MMseqs2 will produce three files: a fasta file with all sequences (clustered_all_seqs.fasta), one with only the representative sequences (clustered_rep_seq.fasta), and a clustering table in TSV format (clustered_cluster.tsv). The latter one is the one cfoldseeker will need later on, while the second one is the input for the protein model generation.

Tip

Although you can definitely run cfoldseeker against a set of protein structure models, it is currently computationally intractable to get full protein structures at the same scale as we do for sequences in the NCBI databases.

ProstT5 is a LLM that mitigates this by directly translating amino acid sequences to Foldseek’s 3Di alphabet, skipping the expensive structure prediction step. ProstT5 is integrated in foldseek.

We will now generate prostT5 3Di encodings for our 5M+ representative proteins using foldseek createdb.

First make sure you have downloaded ProstT5’s weights to a folder weights by running the code line below

foldseek databases ProstT5 weights tmp

Then start generating 3Di encodings using GPU acceleration.

mkdir DB
foldseek createdb clustered_rep_seq.fasta DB/Bacillaceae --gpu 1 --prostt5-model weights/

Using two NVIDIA H200 GPUs (Hopper generation) on an HPC, this took 19 hours.

Warning

This is a computationally demanding task!
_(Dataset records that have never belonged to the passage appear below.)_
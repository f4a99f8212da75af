export { compileTwoParameter, withSecond, type TwoParameterSystem, type TwoParameterOptions } from './two-parameter-system.js';
export { continueCurve, correctOn, curveTangent, startTangent, type ExtendedSystem, type CurveOptions, type CurveEnd, type CurvePoint, type CurveDirection } from './curve-continuation.js';
export { SaddleNodeSystem } from './saddle-node-curve.js';
export { SymmetricBranchPointSystem, findSymmetry, type Symmetry } from './branch-point-curve.js';
export { traceMap, defaultMapSettings, type MapSettings, type MapCurve, type MapCurvePoint, type MapPoint, type MapRegion, type TwoParameterMap, type MapHooks } from './trace-map.js';
export { saddleNodesAt, type SlicePoint } from './slice.js';
export { EquilibriumSystem } from './equilibrium-system.js';
export { MAP_ENGINE_VERSION } from './map-version.js';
It is highly recommended to use GPU acceleration with an NVIDIA GPU of at least the Ampere generation!

You can get GPU-compatible binaries here if there are no binaries compiled on your (HPC) system.

foldseek will have generated 11 files in the folder DB, all starting with the prefix Bacillaceae. This is your local target structure DB.

Running `cfoldseeker`

We now have all prerequisites to run cfoldseeker in local-clustered mode.

The following command runs cfoldseeker at more relaxed search settings using 14 cores, requiring the YcaO protein, and makes it produce every supported output file in the new folder cfoldseeker_search. By appending a tee pipe, you can capture the logs in a log file.

This should return 3446 identified clusters.

cfoldseeker \
-m local_clustered \
-c 14 \
-q query_models \
-o cfoldseeker_search \
-ldb DB/Bacillaceae \
-cdb bacillaceae_cds.gz \
-scl clustered_cluster.tsv \
--max-eval 1e-3 \
--require WP_020634196.1 \
--session --summary --binary --plot --clinker --foldseek | \
tee cfoldseeker.log

All intermediary and output files of this tutorial can also be found in the example output of the cfoldseeker GitHib repo. The large files (context DB, target DB) are only available in the Zenodo copy.